The Court has determined that Plaintiff inadvertently checked the box for a "Bivens claim" against federal defendants on his Complaint instead of the adjacent box for a § 1983 claim against state or local defendants. The Court proceeds under the understanding that Plaintiff intends to bring a Section 1983 claim.
I. APPLICATION TO PROCEED AS A PAUPER
The Court may authorize a prisoner to file a civil suit without prepaying the filing fee. 28 U.S.C. § 1915(a). Plaintiff's application to proceed as a pauper reflects that he cannot pay the full filing fee in advance. (See Doc. No. 2). Accordingly, the application will be granted and the $350.00 filing fee will be assessed as directed in the accompanying Order. 28 U.S.C. § 1915(b)(1).
II. INITIAL REVIEW OF COMPLAINT
Under the PLRA, the Court must review and dismiss the Complaint if it is frivolous or malicious, fails to state a claim, or seeks monetary relief from an immune defendant. 28 U.S.C. § 1915A.
A. Standard of Review
To determine whether a complaint "fails to state a claim on which relief may be granted" under the PLRA's screening requirements, the Court applies the same standard as under Rule 12(b)(6) of the Federal Rules of Civil Procedure. Hill v. Lappin, 630 F.3d 468, 470-71 (6th Cir. 2010). The Court must (1) view the complaint in the light most favorable to the plaintiff and (2) take all well-pleaded factual allegations as true unless they are entirely without credibility. Williams v. Curtin, 631 F.3d 380, 383 (6th Cir. 2011); Tackett v. M & G Polymers, USA, LLC, 561 F.3d 478, 488 (6th Cir. 2009) (citing Gunasekera v. Irwin, 551 F.3d 461, 466 (6th Cir. 2009)). An assumption of truth does not extend to legal conclusions or "'naked assertion[s]' devoid of 'further factual enhancement.'" Ashcroft v. Iqbal, 556 U.S. 662, 678 (2009) (quoting Bell Atl. Corp. v. Twombly, 550 U.S. 544, 557 (2007)). The Court determines whether those factual allegations "plausibly suggest an entitlement to relief," Williams, 631 F.3d at 383 (quoting Iqbal, 556 U.S. at 681 (2009)), that rises "above the speculative level," Twombly, 550 U.S. at 555.
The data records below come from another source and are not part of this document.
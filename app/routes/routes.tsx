import { Link } from "react-router";
import { requireArea } from "~/.server/guard";
import { listRoutes, ROUTE_SORTS } from "~/.server/routebook/queries/routes";
import { ButtonLink, type Column, ListFilters, PageHeader } from "~/components/data-table";
import { archiveColumn, ArchiveStatusFilter, countOf, ListTable, NameCell } from "~/components/routebook/list-table";
import { weekdayList } from "~/lib/weekdays";
import { activeWanted, ARCHIVE_STATUSES } from "~/lib/archived";
import { enumFilter, listParams } from "~/lib/list-params";
import { roleMayOpen } from "~/lib/roles";
import type { Route } from "./+types/routes";

export const meta: Route.MetaFunction = () => [{ title: "Routes · Patina" }];

export async function loader({ request, context }: Route.LoaderArgs) {
  const scope = requireArea(context, "routebook");
  const url = new URL(request.url);
  const params = listParams(url, ROUTE_SORTS, "name");
  const status = enumFilter(url, "status", ARCHIVE_STATUSES) ?? "active";
  const list = await listRoutes(scope, params, { active: activeWanted(status) });
  return { ...list, params, mayEdit: roleMayOpen(scope.role, "routebookEdit") };
}

type Row = Route.ComponentProps["loaderData"]["rows"][number];

export default function Routes({ loaderData }: Route.ComponentProps) {
  const { rows, total, params, mayEdit } = loaderData;
  const columns: Array<Column<Row>> = [
    {
      key: "name",
      label: "Route",
      sortKey: "name",
      cell: (r) => <NameCell to={mayEdit ? `/routes/${r.id}/edit` : null}>{r.name}</NameCell>,
    },
    { key: "weekdays", label: "Service days", sortKey: "weekdays", cell: (r) => weekdayList(r.serviceWeekdays) },
    { key: "technicians", label: "Technicians", cell: (r) => r.technicians ?? "nobody yet" },
    {
      key: "pools",
      label: "Pools",
      sortKey: "pools",
      numeric: true,
      cell: (r) => (
        <Link to={`/pools?route=${r.id}`} className="underline">
          {r.poolCount}
        </Link>
      ),
    },
    archiveColumn(),
  ];
  return (
    <div>
      <PageHeader title="Routes" action={mayEdit ? <ButtonLink to="/routes/new">Add a route</ButtonLink> : null}>
        {countOf(total, "route", "routes")}
      </PageHeader>
      <ListFilters searchLabel="Search route names">
        <ArchiveStatusFilter />
      </ListFilters>
      <ListTable caption="Routes" columns={columns} rows={rows} total={total} params={params} noun="route" emptyText="No routes here yet." />
    </div>
  );
}

export { ErrorPanel as ErrorBoundary } from "~/components/error-panel";
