import { companyPreferences } from "~/.server/settings/queries/company-settings";
import { requireArea } from "~/.server/guard";
import { homeSummary } from "~/.server/routebook/queries/home-summary";
import type { Route } from "./+types/api.summary";

export async function loader({ context }: Route.LoaderArgs) {
  const scope = requireArea(context, "home");
  const summary = await homeSummary(scope, (await companyPreferences(scope)).thresholds);
  return Response.json(summary);
}
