import { apiError, requireArea } from "~/.server/guard";
import { findUpload } from "~/.server/imports/uploads";
import { uploadIdParams } from "~/lib/imports/params";
import type { Route } from "./+types/api.imports.$uploadId";

/** Where an upload stands: phase and rows done, polled while a file is checked or committed. */
export async function loader({ params, context }: Route.LoaderArgs) {
  const scope = requireArea(context, "imports");
  const parsed = uploadIdParams.safeParse(params);
  if (!parsed.success) throw apiError(404, "not_found", "No upload with that id in your company.", "uploadId");
  const upload = await findUpload(scope, parsed.data.uploadId);
  if (!upload) throw apiError(404, "not_found", "No upload with that id in your company.", "uploadId");
  return Response.json({
    id: upload.id,
    fileName: upload.fileName,
    phase: upload.phase,
    rowsDone: upload.rowsDone,
    rowsTotal: upload.rowsTotal,
    error: upload.error,
    importBatchId: upload.importBatchId,
  });
}
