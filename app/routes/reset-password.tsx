import { APIError } from "better-auth/api";
import { data } from "react-router";
import { z } from "zod";
import { auth } from "~/.server/auth";
import { NewPasswordFields, PublicCard, PublicForm, PublicNotice } from "~/components/mail/public-card";
import { TextLink } from "~/components/text-link";
import { fieldErrorsOf, newPasswordFields, passwordMismatch, passwordsMatch } from "~/lib/account-forms";
import type { Route } from "./+types/reset-password";

export const meta: Route.MetaFunction = () => [{ title: "Choose a new password · Patina" }];

const resetSchema = z
  .object({ token: z.string().min(1, { error: "The link has no token; open the link from the e-mail again." }), ...newPasswordFields })
  .refine(passwordsMatch, passwordMismatch);

export async function loader({ request }: Route.LoaderArgs) {
  return { token: new URL(request.url).searchParams.get("token") ?? "" };
}

export async function action({ request }: Route.ActionArgs) {
  const parsed = resetSchema.safeParse(Object.fromEntries(await request.formData()));
  if (!parsed.success) {
    const fieldErrors = fieldErrorsOf(parsed.error.issues);
    return data({ done: false, fieldErrors, formError: fieldErrors.token ?? null }, { status: 400 });
  }
  try {
    await auth().api.resetPassword({ body: { token: parsed.data.token, newPassword: parsed.data.password } });
  } catch (error) {
    if (error instanceof APIError) {
      return data(
        { done: false, fieldErrors: {}, formError: "This link has expired or was already used. Ask for a new one." },
        { status: 410 },
      );
    }
    throw error;
  }
  return { done: true, fieldErrors: {}, formError: null };
}

export default function ResetPassword({ loaderData, actionData }: Route.ComponentProps) {
  if (actionData?.done) {
    const message = "Your new password is set, and every earlier session is signed out.";
    return <PublicNotice title="Password changed" message={message} next={{ to: "/sign-in", label: "Sign in" }} />;
  }
  if (!loaderData.token) {
    const message = "This page needs the link from the e-mail.";
    return <PublicNotice title="Choose a new password" message={message} next={{ to: "/forgot-password", label: "Ask for a new link" }} />;
  }
  const fieldErrors: Record<string, string | undefined> = actionData?.fieldErrors ?? {};
  return (
    <PublicCard title="Choose a new password">
      <PublicForm formError={actionData?.formError} submit="Save the new password" busyText="Saving…">
        <input type="hidden" name="token" value={loaderData.token} />
        <NewPasswordFields label="New password" errors={fieldErrors} />
      </PublicForm>
      {actionData?.formError ? (
        <p className="text-sm">
          <TextLink to="/forgot-password">Ask for a new link</TextLink>
        </p>
      ) : null}
    </PublicCard>
  );
}

export { ErrorPage as ErrorBoundary } from "~/components/error-panel";
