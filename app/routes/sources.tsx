import { requireArea } from "~/.server/guard";
import { listSources, SOURCE_SORTS } from "~/.server/routebook/queries/sources";
import { type Column, FilterSelect } from "~/components/data-table";
import { options } from "~/components/form-controls";
import { archiveColumn, ArchiveStatusFilter, archivableListQuery, ListPage, nameColumn } from "~/components/routebook/list-table";
import { SOURCE_KINDS } from "~/lib/forms/routebook";
import { labelOf, SOURCE_KIND_LABELS } from "~/lib/labels";
import { enumFilter } from "~/lib/list-params";
import { roleMayOpen } from "~/lib/roles";
import type { Route } from "./+types/sources";

export const meta: Route.MetaFunction = () => [{ title: "Fill sources · Patina" }];

export async function loader({ request, context }: Route.LoaderArgs) {
  const scope = requireArea(context, "routebook");
  const { url, params, active } = archivableListQuery(request, SOURCE_SORTS);
  const list = await listSources(scope, params, { kind: enumFilter(url, "kind", SOURCE_KINDS), active });
  return { ...list, params, mayEdit: roleMayOpen(scope.role, "routebookEdit") };
}

type Row = Route.ComponentProps["loaderData"]["rows"][number];

const columns: Array<Column<Row>> = [
  nameColumn("Source", (r) => `/sources/${r.id}`),
  { key: "kind", label: "Kind", sortKey: "kind", cell: (r) => labelOf(SOURCE_KIND_LABELS, r.kind) },
  { key: "pools", label: "Pools fed", sortKey: "pools", numeric: true, cell: (r) => r.poolCount },
  { key: "lastTest", label: "Last source test", sortKey: "lastTest", cell: (r) => r.lastTest ?? "never tested" },
  archiveColumn(),
];

export default function Sources({ loaderData }: Route.ComponentProps) {
  return (
    <ListPage title="Fill sources" intro="Where each pool's top-up water comes from" nouns={["source", "sources"]} add={{ to: "/sources/new", label: "Add a source" }}
      list={loaderData} columns={columns} searchLabel="Search source names" emptyText="No fill sources here yet.">
      <FilterSelect name="kind" label="Kind" allLabel="All kinds" options={options(SOURCE_KIND_LABELS)} />
      <ArchiveStatusFilter />
    </ListPage>
  );
}

export { ErrorPanel as ErrorBoundary } from "~/components/error-panel";
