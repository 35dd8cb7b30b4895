import { auth } from "~/.server/auth";
import { apiError } from "~/.server/guard";
import type { Route } from "./+types/api.auth.$";

/**
 * The few better-auth endpoints a browser may call directly. Everything that
 * checks a password or sends mail goes through Patina's own pages, where the
 * throttling is; the library's endpoints for it are not exposed.
 */
const EXPOSED = new Set(["get-session", "sign-out", "ok"]);

function exposed(params: Route.LoaderArgs["params"] | Route.ActionArgs["params"]): boolean {
  return EXPOSED.has(params["*"] ?? "");
}

export async function loader({ request, params }: Route.LoaderArgs) {
  if (!exposed(params)) throw apiError(404, "not_found", "No such endpoint.");
  return auth().handler(request);
}

export async function action({ request, params }: Route.ActionArgs) {
  if (!exposed(params)) throw apiError(404, "not_found", "No such endpoint; sign in on the sign-in page.");
  return auth().handler(request);
}
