import { apiError, requireArea } from "~/.server/guard";
import { poolDetail } from "~/.server/routebook/queries/pool-detail";
import { poolIdParams } from "~/lib/params";
import type { Route } from "./+types/api.pools.$poolId";

export async function loader({ params, context }: Route.LoaderArgs) {
  const scope = requireArea(context, "pools");
  const parsed = poolIdParams.safeParse(params);
  if (!parsed.success) {
    throw apiError(400, "invalid_parameter", parsed.error.issues[0]?.message ?? "poolId is not valid", "poolId");
  }
  const detail = await poolDetail(scope, parsed.data.poolId);
  if (!detail) throw apiError(404, "not_found", `No pool ${parsed.data.poolId} in your scope.`);
  return Response.json(detail);
}
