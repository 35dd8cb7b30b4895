import { sql } from "drizzle-orm";
import { METALS, type Metal } from "@analysis/metals/reading";
import { db } from "../../db/client";
import type { Scope } from "../../guard";
import { poolsInScope } from "../scope";
import type { AnalyticsWindow } from "./window";

export type MonthlyMetalFigure = {
  metal: Metal;
  /** "YYYY-MM" in the company's time zone (its UTC offset at the window's end). */
  month: string;
  readings: number;
  pools: number;
  median: number;
  p25: number;
  p75: number;
  max: number;
};

export type MetalTrend = { months: MonthlyMetalFigure[]; belowDetectionRule: string };

/** Minutes the zone is ahead of UTC at one instant (negative west of Greenwich). */
function utcOffsetMinutes(timeZone: string, at: Date): number {
  const parts = new Intl.DateTimeFormat("en-US", {
    timeZone,
    hourCycle: "h23",
    year: "numeric",
    month: "2-digit",
    day: "2-digit",
    hour: "2-digit",
    minute: "2-digit",
  }).formatToParts(at);
  const get = (type: string) => Number(parts.find((p) => p.type === type)?.value);
  const local = Date.UTC(get("year"), get("month") - 1, get("day"), get("hour"), get("minute"));
  return Math.round((local - Math.floor(at.getTime() / 60_000) * 60_000) / 60_000);
}

/**
 * Median and interquartile spread of each metal per month across the route
 * book. MariaDB computes the percentiles (PERCENTILE_CONT as a window over the
 * month) and returns one row per metal and month, not the readings.
 * A "<x" reading counts as x/2, a common substitution for values below a
 * detection limit (US EPA, Guidance for Data Quality Assessment QA/G-9, 4.7).
 */
export async function metalTrend(scope: Scope, window: AnalyticsWindow, metal: Metal | null): Promise<MetalTrend> {
  const offset = utcOffsetMinutes(scope.timeZone, window.to ?? new Date());
  const metals = metal ? [metal] : METALS;
  const perMetal = metals.map(
    (m) => sql`
      SELECT ${m} AS metal, t.pool_id AS pool_id,
        DATE_FORMAT(t.sampled_at + INTERVAL ${offset} MINUTE, '%Y-%m') AS month,
        CASE WHEN ${sql.raw(`t.${m}_below_detection`)} = 1 THEN ${sql.raw(`t.${m}`)} / 2 ELSE ${sql.raw(`t.${m}`)} END AS value
      FROM water_tests t JOIN pools ON pools.id = t.pool_id
      WHERE ${poolsInScope(scope)} AND t.company_id = ${scope.companyId} AND ${sql.raw(`t.${m}`)} IS NOT NULL
        ${window.from ? sql`AND t.sampled_at >= ${window.from}` : sql``}
        ${window.to ? sql`AND t.sampled_at <= ${window.to}` : sql``}`,
  );
  const [rows] = (await db().execute(sql`
    SELECT DISTINCT metal, month,
      COUNT(*) OVER (PARTITION BY metal, month) AS readings,
      PERCENTILE_CONT(0.5) WITHIN GROUP (ORDER BY value) OVER (PARTITION BY metal, month) AS median,
      PERCENTILE_CONT(0.25) WITHIN GROUP (ORDER BY value) OVER (PARTITION BY metal, month) AS p25,
      PERCENTILE_CONT(0.75) WITHIN GROUP (ORDER BY value) OVER (PARTITION BY metal, month) AS p75,
      MAX(value) OVER (PARTITION BY metal, month) AS max_value
    FROM (${sql.join(perMetal, sql` UNION ALL `)}) readings
    ORDER BY metal, month
  `)) as unknown as [Array<Record<string, unknown>>];
  const [poolRows] = (await db().execute(sql`
    SELECT metal, month, COUNT(DISTINCT pool_id) AS pools
    FROM (${sql.join(perMetal, sql` UNION ALL `)}) readings
    GROUP BY metal, month
  `)) as unknown as [Array<Record<string, unknown>>];
  const poolCounts = new Map(poolRows.map((r) => [`${r.metal}/${r.month}`, Number(r.pools)]));
  return {
    months: rows.map((r) => ({
      metal: r.metal as Metal,
      month: String(r.month),
      readings: Number(r.readings),
      pools: poolCounts.get(`${r.metal}/${r.month}`) ?? 0,
      median: Number(r.median),
      p25: Number(r.p25),
      p75: Number(r.p75),
      max: Number(r.max_value),
    })),
    belowDetectionRule: "A reading below the detection limit counts as half the limit.",
  };
}
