import { and, eq, or, sql, type SQL } from "drizzle-orm";
import { DEFAULT_EPISODE_RULES } from "@analysis/metals/episodes";
import { METALS, type Metal, type MetalThresholds } from "@analysis/metals/reading";
import { db } from "../../db/client";
import { pools, waterTests } from "../../db/schema";
import type { Scope } from "../../guard";
import { poolsInScope } from "../scope";
import { compactReading, findRecurring, type CompactReading, type RecurringFindings } from "~/lib/analytics/recurring";
import { metalReadings, treatmentRows } from "../metal-readings";
import { poolProfiles } from "./rows";
import type { AnalyticsParams, AnalyticsWindow } from "./window";

export type RecurringParams = AnalyticsParams & { recurrenceWindowDays?: number; chronicAfterDays?: number };

/**
 * Pools with at least one reading at or above `floor` for one of the metals:
 * the only pools that can have an episode when the elevated level is not
 * below the floor. Grouped in MariaDB, so readings are then read only for them.
 */
async function poolsReaching(scope: Scope, window: AnalyticsWindow, metals: readonly Metal[], floor: (metal: Metal) => number): Promise<number[]> {
  const reaches: SQL[] = metals.map(
    (metal) => sql`(${waterTests[metal]} >= ${floor(metal)} AND ${waterTests[`${metal}BelowDetection`]} = 0)`,
  );
  const rows = await db()
    .selectDistinct({ poolId: waterTests.poolId })
    .from(waterTests)
    .innerJoin(pools, eq(pools.id, waterTests.poolId))
    .where(
      and(
        poolsInScope(scope),
        eq(waterTests.companyId, scope.companyId),
        or(...reaches),
        window.from ? sql`${waterTests.sampledAt} >= ${window.from}` : undefined,
        window.to ? sql`${waterTests.sampledAt} <= ${window.to}` : undefined,
      ),
    );
  return rows.map((r) => r.poolId).sort((a, b) => a - b);
}

function rulesOf(params: RecurringParams) {
  return {
    recurrenceWindowDays: params.recurrenceWindowDays ?? DEFAULT_EPISODE_RULES.recurrenceWindowDays,
    chronicAfterDays: params.chronicAfterDays ?? DEFAULT_EPISODE_RULES.chronicAfterDays,
  };
}

export async function recurringPools(scope: Scope, params: RecurringParams): Promise<RecurringFindings> {
  const metals = params.metal ? [params.metal] : METALS;
  const candidates = await poolsReaching(scope, params.window, metals, (metal) => params.thresholds[metal].elevated);
  const [readings, book] = await Promise.all([
    metalReadings({ scope }, { window: params.window, metals, poolIds: candidates }),
    poolProfiles(scope, { poolIds: candidates }),
  ]);
  return findRecurring(readings, book.labels, { thresholds: params.thresholds, metals, ...rulesOf(params) });
}

export type RecurringReadings = {
  thresholds: MetalThresholds;
  /** The elevated levels the readings were chosen for: any pool with an episode at these levels or stricter ones is here. */
  lowestElevated: Record<Metal, number>;
  rules: { recurrenceWindowDays: number; chronicAfterDays: number };
  metals: Metal[];
  pools: Array<{ poolId: number; street: string; customerName: string; routeName: string | null; fillSourceName: string | null }>;
  /** [poolId, epoch ms, copper, copper "<", iron, iron "<", manganese, manganese "<"], ordered by pool and time. */
  readings: CompactReading[];
  treatments: Array<{ poolId: number; appliedAt: string; productName: string; category: string }>;
};

/**
 * Readings and treatments of every pool with a reading at or above the
 * request's elevated level of a metal: the only pools that can have an episode
 * at those levels or stricter ones, whatever the clear level. The browser
 * reruns the episode analysis on them as the levels move, and asks again only
 * when an elevated level goes below these.
 */
export async function recurringReadings(scope: Scope, params: RecurringParams): Promise<RecurringReadings> {
  const metals = params.metal ? [params.metal] : [...METALS];
  const lowestElevated = Object.fromEntries(METALS.map((m) => [m, params.thresholds[m].elevated])) as Record<Metal, number>;
  const candidates = await poolsReaching(scope, params.window, metals, (metal) => lowestElevated[metal]);
  const [readings, book, treated] = await Promise.all([
    metalReadings({ scope }, { window: params.window, metals, poolIds: candidates }),
    poolProfiles(scope, { poolIds: candidates }),
    treatmentRows({ scope }, { window: params.window, poolIds: candidates }),
  ]);
  return {
    thresholds: params.thresholds,
    lowestElevated,
    rules: rulesOf(params),
    metals,
    pools: [...book.labels.values()].map((l) => ({
      poolId: l.poolId,
      street: l.street,
      customerName: l.customerName,
      routeName: l.routeName,
      fillSourceName: l.fillSourceName,
    })),
    readings: readings.map(compactReading),
    treatments: treated.map((t) => ({
      poolId: Number(t.poolId),
      appliedAt: new Date(t.appliedAt).toISOString(),
      productName: t.productName,
      category: t.category,
    })),
  };
}
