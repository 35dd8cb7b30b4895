import { requireArea } from "~/.server/guard";
import { pendingInvitations } from "~/.server/team/invitations";
import { companyMembers } from "~/.server/team/queries/members";
import { InvitePanel } from "~/components/mail/invite-panel";
import { formatDate } from "~/lib/format";
import { ROLE_LABELS } from "~/lib/roles";
import type { Route } from "./+types/team";

export const meta: Route.MetaFunction = () => [{ title: "Team · Patina" }];

export async function loader({ context }: Route.LoaderArgs) {
  const scope = requireArea(context, "team");
  return { members: await companyMembers(scope), invitations: await pendingInvitations(scope), timeZone: scope.timeZone };
}

export default function Team({ loaderData }: Route.ComponentProps) {
  const { members, invitations, timeZone } = loaderData;
  return (
    <div className="space-y-4">
      <h1 className="text-2xl font-semibold tracking-tight">Team</h1>
      <ul className="divide-y divide-line rounded-xl border border-line bg-white">
        {members.map((m) => (
          <li key={m.userId} className="flex flex-wrap items-center justify-between gap-2 px-4 py-3">
            <span>
              <span className="block font-medium">{m.name}</span>
              <span className="block text-sm text-muted">{m.email}</span>
            </span>
            <span className="text-sm">
              <span className="rounded-full bg-verdigris-100 px-2 py-1 font-medium text-verdigris-900">{ROLE_LABELS[m.role]}</span>
              <span className="ml-2 text-muted">since {formatDate(m.since, timeZone)}</span>
            </span>
          </li>
        ))}
      </ul>
      <InvitePanel pending={invitations} timeZone={timeZone} />
    </div>
  );
}

export { ErrorPanel as ErrorBoundary } from "~/components/error-panel";
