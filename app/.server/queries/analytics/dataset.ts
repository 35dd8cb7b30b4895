import { analyseMetalHistory, type MetalHistory, type MetalTest } from "@analysis/metals/episodes";
import { METALS, type Metal, type MetalThresholds } from "@analysis/metals/reading";
import type { Scope } from "../../scope";
import { metalReadings } from "../metal-readings";
import { observedSpans, poolProfiles, type ObservedSpan, type RouteBookProfiles } from "./rows";
import type { AnalyticsParams } from "./window";

/**
 * The rows most route-book questions share, read once per request: metal
 * readings (narrow, ordered by pool and time), pool profiles, each pool's
 * observed span, and the metal history the analysis core makes of them.
 */
export type MetalDataset = {
  metals: readonly Metal[];
  thresholds: MetalThresholds;
  readings: MetalTest[];
  book: RouteBookProfiles;
  spans: ObservedSpan[];
  history: MetalHistory;
};

export async function loadMetalDataset(scope: Scope, params: AnalyticsParams): Promise<MetalDataset> {
  const metals = params.metal ? [params.metal] : METALS;
  const [readings, book, spans] = await Promise.all([
    metalReadings({ scope }, { window: params.window, metals }),
    poolProfiles(scope),
    observedSpans(scope, params.window),
  ]);
  const history = analyseMetalHistory(readings, { thresholds: params.thresholds, metals });
  return { metals, thresholds: params.thresholds, readings, book, spans, history };
}

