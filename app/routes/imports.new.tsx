import { useRef, useState } from "react";
import { Link, useNavigate } from "react-router";
import { requireArea } from "~/.server/guard";
import { importConfig } from "~/.server/imports/config";
import { ProgressBar } from "~/components/imports/progress-bar";
import type { Route } from "./+types/imports.new";

export const meta: Route.MetaFunction = () => [{ title: "Upload a log · Patina" }];

export async function loader({ context }: Route.LoaderArgs) {
  requireArea(context, "imports");
  return { maxMegabytes: Math.round(importConfig().maxBytes / 1024 / 1024) };
}

type Sending = { state: "idle" } | { state: "sending"; sent: number; total: number } | { state: "failed"; message: string };

/** Posts the file with XMLHttpRequest, whose upload events give the transfer progress. */
function sendFile(file: File, onProgress: (sent: number, total: number) => void): Promise<{ uploadId: string; next: string }> {
  return new Promise((resolve, reject) => {
    const request = new XMLHttpRequest();
    request.open("POST", "/api/imports/uploads");
    request.setRequestHeader("Accept", "application/json");
    request.upload.onprogress = (event) => onProgress(event.loaded, event.lengthComputable ? event.total : file.size);
    request.onload = () => {
      let body: { uploadId?: string; next?: string; error?: { message?: string } } = {};
      try {
        body = JSON.parse(request.responseText);
      } catch {
        // not JSON: fall through to the status message
      }
      if (request.status === 201 && body.uploadId && body.next) resolve({ uploadId: body.uploadId, next: body.next });
      else reject(new Error(body.error?.message ?? `The upload was refused (status ${request.status}).`));
    };
    request.onerror = () => reject(new Error("The connection dropped during the upload. Try again."));
    const form = new FormData();
    form.append("file", file);
    request.send(form);
  });
}

export default function NewImport({ loaderData }: Route.ComponentProps) {
  const navigate = useNavigate();
  const input = useRef<HTMLInputElement>(null);
  const [sending, setSending] = useState<Sending>({ state: "idle" });

  async function onSubmit(event: React.FormEvent<HTMLFormElement>) {
    event.preventDefault();
    const file = input.current?.files?.[0];
    if (!file) {
      setSending({ state: "failed", message: "Choose a CSV file first." });
      return;
    }
    if (file.size > loaderData.maxMegabytes * 1024 * 1024) {
      setSending({ state: "failed", message: `The file is larger than ${loaderData.maxMegabytes} MB. Split it into smaller files.` });
      return;
    }
    setSending({ state: "sending", sent: 0, total: file.size });
    try {
      const { next } = await sendFile(file, (sent, total) => setSending({ state: "sending", sent, total }));
      navigate(next);
    } catch (error) {
      setSending({ state: "failed", message: error instanceof Error ? error.message : String(error) });
    }
  }

  return (
    <div className="max-w-2xl space-y-6">
      <div>
        <p className="text-sm text-muted">
          <Link to="/imports" className="underline">Imports</Link>
        </p>
        <h1 className="text-2xl font-semibold tracking-tight">Upload a log</h1>
        <p className="mt-1 text-muted">
          A CSV file of past water tests and treatments, as saved by a spreadsheet: commas, semicolons or tabs, UTF-8 or
          Windows-1252. Nothing is stored until you have checked the columns and pressed Import.
        </p>
      </div>
      <form
        method="post"
        action="/api/imports/uploads"
        encType="multipart/form-data"
        onSubmit={onSubmit}
        className="space-y-4 rounded-xl border border-line bg-white p-4"
      >
        <div>
          <label htmlFor="file" className="block font-medium">CSV file</label>
          <input
            ref={input}
            id="file"
            name="file"
            type="file"
            accept=".csv,.tsv,.txt,text/csv,text/plain"
            required
            className="mt-1 block w-full text-sm file:mr-3 file:rounded-lg file:border file:border-line file:bg-paper file:px-3 file:py-2"
          />
          <p className="mt-1 text-xs text-muted">Up to {loaderData.maxMegabytes} MB per file.</p>
        </div>
        {sending.state === "sending" ? (
          <ProgressBar label="Sending the file" done={sending.sent} total={sending.total} />
        ) : null}
        {sending.state === "failed" ? (
          <p role="alert" className="rounded-lg border border-alert bg-white p-3 text-sm text-alert">{sending.message}</p>
        ) : null}
        <button
          type="submit"
          disabled={sending.state === "sending"}
          className="rounded-lg bg-verdigris-700 px-4 py-2 font-medium text-white hover:bg-verdigris-900 disabled:opacity-60"
        >
          {sending.state === "sending" ? "Sending…" : "Upload and check"}
        </button>
      </form>
    </div>
  );
}

export { ErrorPanel as ErrorBoundary } from "~/components/error-panel";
"Pro se complaints are to be held to less stringent standards than formal pleadings drafted by lawyers, and should therefore be liberally construed." Williams, 631 F.3d at 383; Erickson v. Pardus, 551 U.S. 89, 93 (2007) (citing Estelle v. Gamble, 429 U.S. 97 (1976)). Even under this lenient standard, however, pro se plaintiffs must meet basic pleading requirements and are not exempted from the requirements of the Federal Rules of Civil Procedure. Martin v. Overton, 391 F.3d 710, 714 (6th Cir. 2004); Wells v. Brown, 891 F.2d 591, 594 (6th Cir. 1989); see also Young Bok Song v. Gipson, 423 F. App'x 506, 510 (6th Cir. 2011) (explaining the role of courts is not "to ferret out the strongest cause of action on behalf of pro se litigants" or to "advis[e] litigants as to what legal theories they should pursue"). B. Factual Allegations
These facts are derived from an Affidavit that Plaintiff filed with the Complaint. (Doc. No. 3).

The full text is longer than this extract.